Exactly. Union work rules are designed to squelch any sort of initiative or innovation.
It's not 1975, TLPB. In the year 2013 an electrician (IBEW or not) will not work or eat if he doesn't have initiative. You don't hire sparky to be innovate. The exception to this is government hangouts like the LADWP.
Can someone explain something to me? Why do unions seem to operate inevitably from a "pressure group" model. It strikes me that there's no reason a union couldn't just as easily thrive through a training and marketing model that gives their members a relative advantage against non-union competition. To some extent, that seems to be the model predominant in the skilled trades. In that case, I wouldn't imagine that there wouldn't be employers happy to pay a premium with an organized partner and labor provider, or even certify themselves through union membership.
Because the 'training/marketing' model requires the acceptance of *competition*. Unions are business (despite what they try to tell you) and no large business passes up an opportunity to put up barriers to entry.
The 'coercion' model means that the union doesn't have to *innovate* or increase efficiency - they can keep doing the same shit, pulling in large amounts of money while giving shit service because, where're you gonna go?
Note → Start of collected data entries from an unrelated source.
package org.saddlebook.reaction.api;

import java.util.Collections;
import java.util.Map;
import java.util.Objects;
import java.util.TreeMap;
import org.saddlebook.reaction.internal.EquationParser;

/**
 * A chemical formula: what it is made of and its charge. Two formulas are equal when they are written alike, because
 * isomers have the same composition.
 *
 * @param text the formula in plain characters, {@code SO4^2-}, {@code CuSO4·5H2O}, {@code e^-}; reads back as itself
 * @param elements symbol to number of atoms, in alphabetical order, each above zero; empty for the electron
 * @param charge in units of the elementary charge
 */
public record Formula(String text, Map<String, Fraction> elements, int charge) {
    /** Copies the composition. */
    public Formula {
        Objects.requireNonNull(text, "text");
        elements = Collections.unmodifiableMap(new TreeMap<>(elements));
    }

    /**
     * A formula: {@code H2O}, {@code H₂O}, {@code Ca(OH)2}, {@code [Fe(CN)6]3-}, {@code SO4^2-}, {@code SO₄²⁻}, {@code
     * SO4--}, {@code Fe3+}, {@code CuSO4·5H2O}, {@code Fe0.95O}, {@code e-}. {@code D} and {@code T} are elements of
     * their own.
     *
     * @throws ReactionException with code {@code unknown-element}, {@code ambiguous-charge}, {@code ambiguous-count},
     *     {@code formula-syntax} or {@code empty-formula}
     */
    public static Formula parse(String text) throws ReactionException {
        return EquationParser.formula(text);
    }
}
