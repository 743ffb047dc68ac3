package org.saddlebook.reaction.api;

import java.util.Collections;
import java.util.LinkedHashMap;
import java.util.List;
import java.util.Map;
import java.util.Objects;
import java.util.Optional;
import org.saddlebook.reaction.internal.Balancer;
import org.saddlebook.reaction.internal.EquationParser;

/**
 * A reaction equation as written; it need not be balanced, see {@link #imbalance()}.
 *
 * @param reactants left side in order, at least one term
 * @param arrow how the sides are joined
 * @param products right side in order, at least one term
 */
public record Equation(List<Term> reactants, Arrow arrow, List<Term> products) {
    /** How the sides are joined; {@code sign} is the plain sign. */
    public enum Arrow {
        /** Stoichiometry only: {@code =}. */
        EQUALS("="),
        /** One direction: {@code ->}, {@code →}. */
        FORWARD("->"),
        /** Both directions: {@code <=>}, {@code ⇌}. */
        REVERSIBLE("<=>");

        private final String sign;

        Arrow(String sign) {
            this.sign = sign;
        }

        /** The sign in plain characters. */
        public String sign() {
            return sign;
        }
    }

    /** Copies the sides. */
    public Equation {
        Objects.requireNonNull(arrow, "arrow");
        reactants = List.copyOf(reactants);
        products = List.copyOf(products);
        if (reactants.isEmpty() || products.isEmpty()) {
            throw new IllegalArgumentException("each side of an equation has at least one term");
        }
    }

    /**
     * An equation: {@code N2(g) + 3 H2(g) = 2 NH3(g)}, {@code H2 + 1/2 O2 -> H2O}, {@code Fe3+ + e- ⇌ Fe2+}. A plus
     * between two species has blanks on both sides where it could be read as a charge.
     *
     * @throws ReactionException as {@link Species#parse}, and {@code missing-arrow}, {@code several-arrows}, {@code
     *     ambiguous-arrow}, {@code missing-species}, {@code coefficient}, {@code equation-too-long}
     */
    public static Equation parse(String text) throws ReactionException {
        return EquationParser.equation(text);
    }

    /**
     * The same, if it balances.
     *
     * @throws ReactionException as {@link #parse}, and {@code unbalanced}, naming every element and the charge that do
     *     not balance and, where there is one answer, the coefficients that do
     */
    public static Equation parseBalanced(String text) throws ReactionException {
        Equation equation = parse(text);
        Imbalance imbalance = equation.imbalance();
        if (imbalance.balanced()) {
            return equation;
        }
        Optional<Equation> better = equation.balanced();
        throw new ReactionException(
                "unbalanced",
                imbalance.text(),
                "as many atoms of each element and as much charge on the left as on the right",
                better.isPresent()
                        ? "Write " + better.get().text() + ", or check the formulas."
                        : "Check formulas and coefficients; no coefficients above zero balance these species in one way"
                                + " only.",
                1);
    }

    /** What is not the same on both sides. */
    public Imbalance imbalance() {
        return Balancer.imbalance(this);
    }

    /**
     * The same species with the smallest whole coefficients that balance; empty when there are none above zero, or more
     * than one choice.
     */
    public Optional<Equation> balanced() {
        return Balancer.balance(this);
    }

    /** Species to products minus reactants, in order of writing; what stands alike on both sides is left out. */
    public Map<Species, Fraction> net() {
        Map<Species, Fraction> net = new LinkedHashMap<>();
        for (Term term : reactants) {
            net.merge(term.species(), term.coefficient().negated(), Fraction::plus);
        }
        for (Term term : products) {
            net.merge(term.species(), term.coefficient(), Fraction::plus);
        }
        net.values().removeIf(coefficient -> coefficient.signum() == 0);
        return Collections.unmodifiableMap(net);
    }

    /** The reverse reaction. */
    public Equation reversed() {
        return new Equation(products, arrow, reactants);
    }

    /** {@code N2(g) + 3 H2(g) = 2 NH3(g)}; reads back as itself. */
    public String text() {
        StringBuilder text = new StringBuilder();
        side(reactants, text);
        text.append(' ').append(arrow.sign()).append(' ');
        side(products, text);
        return text.toString();
    }

    private static void side(List<Term> terms, StringBuilder text) {
        for (int i = 0; i < terms.size(); i++) {
            text.append(i == 0 ? "" : " + ").append(terms.get(i).text());
        }
    }
}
All the jobs in your field are closed shop. Shut up and pay your dues or starve.
So, basically, unions have been stripped of a lot of their *power* (and are losing more) so now they actually have to do stuff the members *want*, instead of whatever's best for the union.
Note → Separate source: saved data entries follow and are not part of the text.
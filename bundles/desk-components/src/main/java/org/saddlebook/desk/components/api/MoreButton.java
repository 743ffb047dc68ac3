package org.saddlebook.desk.components.api;

import java.util.function.Supplier;
import javax.swing.BorderFactory;
import javax.swing.JButton;
import javax.swing.JPopupMenu;
import org.saddlebook.desk.api.Ink;

/** Three dots that open what else can be done. */
final class MoreButton extends JButton {
    private static final long serialVersionUID = 1L;

    MoreButton(String name, Ink ink, Supplier<JPopupMenu> menu) {
        super("\u22ef");
        setFont(ink.font(1.2, true));
        setForeground(ink.ink());
        setContentAreaFilled(false);
        setBorder(BorderFactory.createEmptyBorder(0, 6, 0, 6));
        setToolTipText(name);
        getAccessibleContext().setAccessibleName(name);
        addActionListener(event -> menu.get().show(this, 0, getHeight()));
    }
}
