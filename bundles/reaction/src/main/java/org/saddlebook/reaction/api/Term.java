package org.saddlebook.reaction.api;

import java.util.Objects;

/**
 * A species with its coefficient.
 *
 * @param coefficient above zero
 * @param species the species
 */
public record Term(Fraction coefficient, Species species) {
    /** Checks the components. */
    public Term {
        Objects.requireNonNull(species, "species");
        if (coefficient.signum() <= 0) {
            throw new IllegalArgumentException("a coefficient must be above zero: " + coefficient.text());
        }
    }

    /** {@code 3 H2(g)}, or {@code N2(g)} for a coefficient of one. */
    public String text() {
        return coefficient.equals(Fraction.ONE) ? species.text() : coefficient.text() + " " + species.text();
    }
}
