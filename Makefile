# Quietbus. On a fresh Debian or Ubuntu machine Go and make are enough:
#
#   make run     install what is missing and open the demo study; without a
#                display write the demo's handout to ./demo-handout
#   make test    install what is missing and run every check
#
#   make build   ./quietbus
#   make bench   the speed figures
#   make shots   pictures of the window, in ./shots

SHELL := /bin/bash
GO ?= go
# No version stamp from a repository: it needs a git that may not be there.
BUILD := -buildvcs=false
DEMO := testdata/demo.study.json

.NOTPARALLEL:
.PHONY: run test build bench shots demo-handout go-here packages test-packages first-build fmt vet unit race window

ifeq ($(DISPLAY),)
run: demo-handout
else
run: build
	./quietbus $(DEMO)
endif

# A build without the window: no C compiler, no graphics packages.
demo-handout: go-here
	@echo "quietbus: there is no display here, so the demo's handout is written instead of opening the window"
	@.ci/packages handout
	$(GO) build $(BUILD) -tags headless -o .build/quietbus ./app
	@.build/quietbus handout $(DEMO) -o demo-handout; rc=$$?; [ $$rc -le 1 ] || exit $$rc
	@echo "quietbus: the handout is in $(CURDIR)/demo-handout; begin with handout.pdf"

build: packages first-build
	$(GO) build $(BUILD) -o quietbus ./app

test: test-packages fmt first-build vet unit race window
	@echo "quietbus: all checks passed"

go-here:
	@command -v $(GO) >/dev/null || { echo "quietbus: Go is missing; install Go 1.26 or newer (https://go.dev/dl) and start again" >&2; exit 1; }

packages: go-here
	@.ci/packages run

test-packages: go-here
	@.ci/packages test

# The toolkit's OpenGL package is large C code; everything else is quick.
first-build:
	@[ -d "$$($(GO) env GOMODCACHE)/fyne.io" ] || echo "quietbus: fetching the Go modules"
	@if [ "$$($(GO) list $(BUILD) -f '{{.Stale}}' fyne.io/fyne/v2/app 2>/dev/null)" != false ]; then \
	  echo "quietbus: the first build of the graphics library takes some minutes (over three on two cores); later ones are quick"; fi

fmt:
	@bad=$$("$$($(GO) env GOROOT)/bin/gofmt" -l app assets study widgets testdata) || exit 1; \
	  [ -z "$$bad" ] || { echo "quietbus: gofmt these files:" >&2; echo "$$bad" >&2; exit 1; }

vet:
	$(GO) vet $(BUILD) ./...
	$(GO) vet $(BUILD) -tags headless ./app

unit:
	$(GO) test $(BUILD) ./...

# What works on several goroutines, without the toolkit.
race:
	$(GO) test $(BUILD) -race -tags headless -run Race ./app

# A true window under a virtual display, driven by mouse and keyboard.
window:
	QUIETBUS_WINDOW_TEST=1 LANG=C $(GO) test $(BUILD) -count=1 -run TrueWindow -v ./app

bench: packages first-build
	$(GO) test $(BUILD) -run '^$$' -bench . -benchmem ./study/... ./widgets/... ./app | tee bench.txt

shots: test-packages first-build
	QUIETBUS_SHOTS=$(CURDIR)/shots QUIETBUS_WINDOW_TEST=1 LANG=C $(GO) test $(BUILD) -count=1 -run TrueWindow ./app
	@ls shots/*.png
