import { QueryClient } from '@tanstack/react-query';
import { ApiError } from './api-error.ts';

const retries = 2;

/** Only what may go better the next time is asked again: no answer, or a fault of the server. */
export function shouldRetry(failureCount: number, error: unknown): boolean {
  if (failureCount >= retries || !(error instanceof ApiError)) return false;
  return error.code === 'unreachable' || error.status >= 500;
}

export function createQueryClient(): QueryClient {
  return new QueryClient({
    defaultOptions: {
      queries: {
        staleTime: 10_000,
        gcTime: 5 * 60_000,
        retry: shouldRetry,
        // A refused query must not be sent again by every window that comes to the front.
        refetchOnWindowFocus: (query) => query.state.status === 'success',
      },
      // A decision sent twice could be made twice: people press again, the program does not.
      mutations: { retry: false },
    },
  });
}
They are also losing the power to manufacture grievances against management - now the *member* get to decide if management is mistreating them and what, if anything, its worth doing about it rather than the union getting to simply proclaim that the workers are being mistreated and the union is going to take care of it for you.
Fucking markets, how do they work?
Got a friend of mine - a heavy equipment operator (basically a glorified truck driver). Did some work for his company on a (government) job in CA. He had to join the union, who took out almost $700 of his $1,800 a week paycheck. What benefit did *he* get from the union? Nothing.
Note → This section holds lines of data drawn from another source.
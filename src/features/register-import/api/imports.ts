import { keepPreviousData, queryOptions, useMutation, useQueryClient } from '@tanstack/react-query';
import {
  importListResponse,
  importRowsResponse,
  registerImportResponse,
  type ImportListQuery,
  type ImportRowsQuery,
  type RegisterKind,
} from '#shared/contracts/register-import.ts';
import { downloadFile, request } from '#src/lib/api-client.ts';
import { upload } from '#src/lib/upload.ts';

const pollMs = 400;
const pathOf = (siteId: number) => `/api/sites/${siteId}/register`;
const keyOf = (siteId: number) => ['sites', siteId, 'register-imports'] as const;

export const importListQuery = (siteId: number, query: Partial<ImportListQuery>) =>
  queryOptions({
    queryKey: [...keyOf(siteId), 'list', query],
    placeholderData: keepPreviousData,
    queryFn: ({ signal }) =>
      request(`${pathOf(siteId)}/imports`, importListResponse, { query, signal }),
  });

/** One import; asked again and again while its dry run goes on. */
export const importQuery = (siteId: number, importId: number) =>
  queryOptions({
    queryKey: [...keyOf(siteId), 'one', importId],
    queryFn: ({ signal }) =>
      request(`${pathOf(siteId)}/imports/${importId}`, registerImportResponse, { signal }),
    refetchInterval: ({ state }) => (state.data?.state === 'reading' ? pollMs : false),
  });

export const importRowsQuery = (
  siteId: number,
  importId: number,
  query: Partial<ImportRowsQuery>,
) =>
  queryOptions({
    queryKey: [...keyOf(siteId), 'rows', importId, query],
    placeholderData: keepPreviousData,
    queryFn: ({ signal }) =>
      request(`${pathOf(siteId)}/imports/${importId}/rows`, importRowsResponse, { query, signal }),
  });

/** Sends a file; its dry run begins with that. */
export function useSendFile(siteId: number) {
  const client = useQueryClient();
  return useMutation({
    mutationFn: ({ kind, file }: { kind: RegisterKind; file: File }) => {
      const form = new FormData();
      form.append('kind', kind);
      form.append('file', file);
      return upload(`${pathOf(siteId)}/imports`, form, registerImportResponse);
    },
    onSuccess: () => client.invalidateQueries({ queryKey: keyOf(siteId) }),
  });
}

/** Writes what the dry run found, or takes it back; both change everything of the site. */
export function useChangeImport(siteId: number, importId: number, change: 'apply' | 'undo') {
  const client = useQueryClient();
  return useMutation({
    mutationFn: () =>
      request(`${pathOf(siteId)}/imports/${importId}/${change}`, registerImportResponse, {
        method: 'POST',
      }),
    onSettled: () => client.invalidateQueries({ queryKey: ['sites', siteId] }),
  });
}

/** Loads a part of the register and hands it to the browser to be saved. */
export function useExport(siteId: number) {
  return useMutation({
    mutationFn: async (kind: RegisterKind) => {
      const file = await downloadFile(`${pathOf(siteId)}/exports/${kind}`, 'text/csv');
      const address = URL.createObjectURL(file);
      const link = document.createElement('a');
      link.href = address;
      link.download = `${kind}.csv`;
      link.click();
      URL.revokeObjectURL(address);
    },
  });
}
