const minus = '−';

/** Rounded to `digits` decimals, with a real minus sign and no "-0". */
export function formatFixed(value: number, digits: number): string {
  const text = Math.abs(value).toFixed(digits);
  return value < 0 && Number(text) !== 0 ? minus + text : text;
}

/** As `formatFixed`, with the sign always written: fits and deviations read wrong without. */
export function formatSigned(value: number, digits: number): string {
  const text = formatFixed(value, digits);
  return Number(Math.abs(value).toFixed(digits)) === 0 || text.startsWith(minus)
    ? text
    : `+${text}`;
}

/** To `figures` significant figures, without exponent between 0.001 and a million. */
export function formatSignificant(value: number, figures = 3): string {
  if (value === 0) return '0';
  if (!Number.isFinite(value)) return '–';
  const rounded = Number(value.toPrecision(figures));
  const magnitude = Math.floor(Math.log10(Math.abs(rounded)));
  if (magnitude < -4 || magnitude > 6) {
    return rounded.toExponential(figures - 1).replaceAll('-', minus);
  }
  return formatFixed(rounded, Math.max(0, figures - 1 - magnitude));
}

/** "1.2 MB"; powers of 1000. */
export function formatBytes(bytes: number): string {
  if (bytes < 1000) return `${bytes} B`;
  const units = ['kB', 'MB', 'GB', 'TB'];
  let value = bytes / 1000;
  let unit = 0;
  while (value >= 999.5 && unit < units.length - 1) {
    value /= 1000;
    unit += 1;
  }
  return `${value < 9.95 ? value.toFixed(1) : value.toFixed(0)} ${units[unit]}`;
}

/**
 * Reads a number as people type it: decimal point or comma, a real minus sign, blanks around.
 *
 * @returns undefined for an empty field, NaN for text that is no number (zod then says so)
 */
export function parseDecimal(text: unknown): number | undefined {
  if (typeof text === 'number') return text;
  if (typeof text !== 'string' || text.trim() === '') return undefined;
  const plain = text.trim().replace(minus, '-').replace(',', '.');
  return /^[+-]?(\d+\.?\d*|\.\d+)(e[+-]?\d+)?$/iu.test(plain) ? Number(plain) : Number.NaN;
}

/** A value somebody entered, as they entered it: up to six significant figures, no added zeros. */
export function formatEntered(value: number): string {
  return formatFixed(Number(value.toPrecision(6)), decimalsOf(Number(value.toPrecision(6))));
}

function decimalsOf(value: number): number {
  const [, decimals = ''] = String(value).split('.');
  return /e/.test(decimals) ? 6 : decimals.length;
}
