import ICAL from 'ical.js';
import { describe, expect, it } from 'vitest';
import { Inspection } from '#server/db/entities/inspection.entity.ts';
import { Machine } from '#server/db/entities/machine.entity.ts';
import { Membership } from '#server/db/entities/membership.entity.ts';
import { escapedText, foldedLine } from '#server/features/calendar/ical-text.ts';
import type { CalendarAddressResponse } from '#shared/contracts/calendar.ts';
import { buildPlant, type Plant } from '#tests/support/plant.ts';
import { testPublicUrl } from '#tests/support/test-app.ts';
import { useTestDatabase } from '#tests/support/test-database.ts';
import { inspectionStory } from '../inspections/inspection-story.ts';

// The outside reference is ical.js, an iCalendar (RFC 5545) parser with no part in writing the text.

const database = useTestDatabase();
const { app, assigned } = inspectionStory(database);

async function addressOf(plant: Plant, user: { id: number }): Promise<string> {
  const { body } = await app().as(user).post(plant.path('/calendar-feed'));
  return (body as CalendarAddressResponse).address.slice(testPublicUrl.length);
}

const read = (address: string) => app().signedOut.get(address);

const eventsIn = (text: string) =>
  new ICAL.Component(ICAL.parse(text) as unknown[])
    .getAllSubcomponents('vevent')
    .map((component) => new ICAL.Event(component));

describe('the calendar of inspections due', () => {
  it('shows a calendar program each inspection as a whole day, under an id that stays', async () => {
    const plant = await buildPlant(database());
    const name = 'Circulation pump; „north“, back\\slash ' + 'Größe µm '.repeat(9);
    await database().getRepository(Machine).update({ id: plant.machine.id }, { name });
    const { inspectionId } = await assigned(plant);
    const address = await addressOf(plant, plant.lead);
    const answer = await read(address);
    expect(answer.headers['content-type']).toBe('text/calendar; charset=utf-8');
    const [event, ...others] = eventsIn(answer.text);
    expect(others).toEqual([]);
    expect(event?.startDate.isDate).toBe(true);
    expect(event?.startDate.toString()).toBe('2099-12-01');
    expect(event?.endDate.toString()).toBe('2099-12-02');
    expect(event?.summary).toBe('Fit inspection due: P-101 Pump, drive end');
    expect(event?.description.split('\n')).toEqual([
      `P-101 ${name}, Pump, drive end`,
      'Work order: WO-4711',
      'Asset owner: Oskar Owner (assigned)',
      `${testPublicUrl}/sites/${plant.site.id}/inspections/${inspectionId}`,
    ]);
    await app()
      .as(plant.lead)
      .post(plant.path(`/inspections/${inspectionId}/due-date`), {
        version: 1,
        dueOn: '2099-12-31',
      });
    const [moved] = eventsIn((await read(address)).text);
    expect(moved?.uid).toBe(event?.uid);
    expect(moved?.sequence).toBeGreaterThan(event?.sequence ?? 0);
    expect(moved?.endDate.toString()).toBe('2100-01-01');
  });

  it('is made of CRLF lines of at most 75 octets, folded between characters (RFC 5545, 3.1)', async () => {
    const plant = await buildPlant(database());
    const name = 'Überdruckpumpe µ≥Ω🛠'.repeat(6).slice(0, 118);
    await database().getRepository(Machine).update({ id: plant.machine.id }, { name });
    await assigned(plant);
    const { text } = await read(await addressOf(plant, plant.lead));
    const lines = text.split('\r\n');
    expect(lines.at(-1)).toBe('');
    expect(lines.join('')).not.toMatch(/[\r\n]/);
    for (const line of lines) expect(Buffer.byteLength(line), line).toBeLessThanOrEqual(75);
    expect(text).not.toContain('\uFFFD');
  });

  it('shows an owner theirs, and leaves out what is done with', async () => {
    const plant = await buildPlant(database());
    const { inspectionId } = await assigned(plant);
    const own = await addressOf(plant, plant.owner);
    const other = await addressOf(plant, plant.otherOwner);
    expect(eventsIn((await read(own)).text)).toHaveLength(1);
    expect(eventsIn((await read(other)).text)).toEqual([]);
    const reported = { state: 'reported' } as const;
    await database().getRepository(Inspection).update({ id: inspectionId }, reported);
    expect(eventsIn((await read(own)).text)).toEqual([]);
  });

  it('is no more behind an address that was made anew, revoked, or whose owner has left', async () => {
    const plant = await buildPlant(database());
    const first = await addressOf(plant, plant.lead);
    const second = await addressOf(plant, plant.lead);
    expect((await read(first)).status).toBe(404);
    expect((await read(second)).status).toBe(200);
    const path = plant.path('/calendar-feed');
    expect((await app().as(plant.lead).get(path)).body).toMatchObject({
      createdAt: expect.any(String) as string,
      lastReadAt: expect.any(String) as string,
    });
    await app().as(plant.lead).delete(path);
    expect((await read(second)).status).toBe(404);
    expect((await app().as(plant.lead).get(path)).body).toEqual({
      createdAt: null,
      lastReadAt: null,
    });

    const left = await addressOf(plant, plant.owner);
    await database().getRepository(Membership).delete({ userId: plant.owner.id });
    expect((await read(left)).status).toBe(404);
    expect((await read('/api/calendar/nonsense.ics')).status).toBe(404);
  });
});

describe('escaping a text', () => {
  // RFC 5545, 3.3.11; the parser above forgives what is not escaped.
  it('escapes backslash, semicolon, comma and line breaks', () => {
    expect(escapedText('a\\b;c,d\r\ne\nf\tg')).toBe('a\\\\b\\;c\\,d\\ne\\nf g');
  });
});

describe('folding a line', () => {
  it('leaves 75 octets whole and begins each further line with a blank', () => {
    expect(foldedLine('x'.repeat(75))).toBe('x'.repeat(75));
    expect(foldedLine('x'.repeat(76))).toBe(`${'x'.repeat(75)}\r\n x`);
    expect(foldedLine(`${'x'.repeat(74)}µ`)).toBe(`${'x'.repeat(74)}\r\n µ`);
  });
});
Still, I suppose $1,100 is better than nothing - company had no work in AZ at the time.
(basically a glorified truck driver)
Give me the keys to an 18 wheeler and say goodbye to every lamp post and telephone pole in your neighborhood.
I just think the term HEO is churching it up, like calling janitors 'sanitation engineers'.
HEO=Heavy Equipment Operator
There's been some push-back on that. Engineers want their BS degree certified by getting payed more than technicians and operators. There really is such a thing as a sanitation engineer, as in someone who knows how a wastewater digester works. (Only one tiny bone from the ear will survive the process, in case you have unwanted dead body on your hands.) The HEO term probably comes from contract negotiations. If you want me to operate that forklift, as well as taking out the trash, you'll have to pay me more. There's nothing terribly wrong about that, as far as I can see.
I've ruffled a few feathers in the past by opposing "right to work" laws that further insert the state into relations between employees and employers by governing agreements between businesses and unions and forbidding closed, union-only shops
Begging the question.
the entire point of contention is whether or not "right to work" does, in fact, further increase or decrease the amount of ... umm ... insertion.
"right to work" laws . . . further insert the state into relations between employees and employers . . in the sense that school vouchers further insert the government into the business of education.
I've ruffled a few feathers in the past by opposing "right to work" laws that further insert the state into relations between employees and employers by governing agreements between businesses and unions and forbidding closed, union-only shops
This is a union talking point.
Right to work laws don't insert the state further, they remove avenues for state-based coercion.
Right to work laws make unions false claim on the ownership of labor back into something unsupported by law.
Thus, RTW laws REMOVE the state from relations between employers and employess by forcing out union mandates that are backed by the force of law.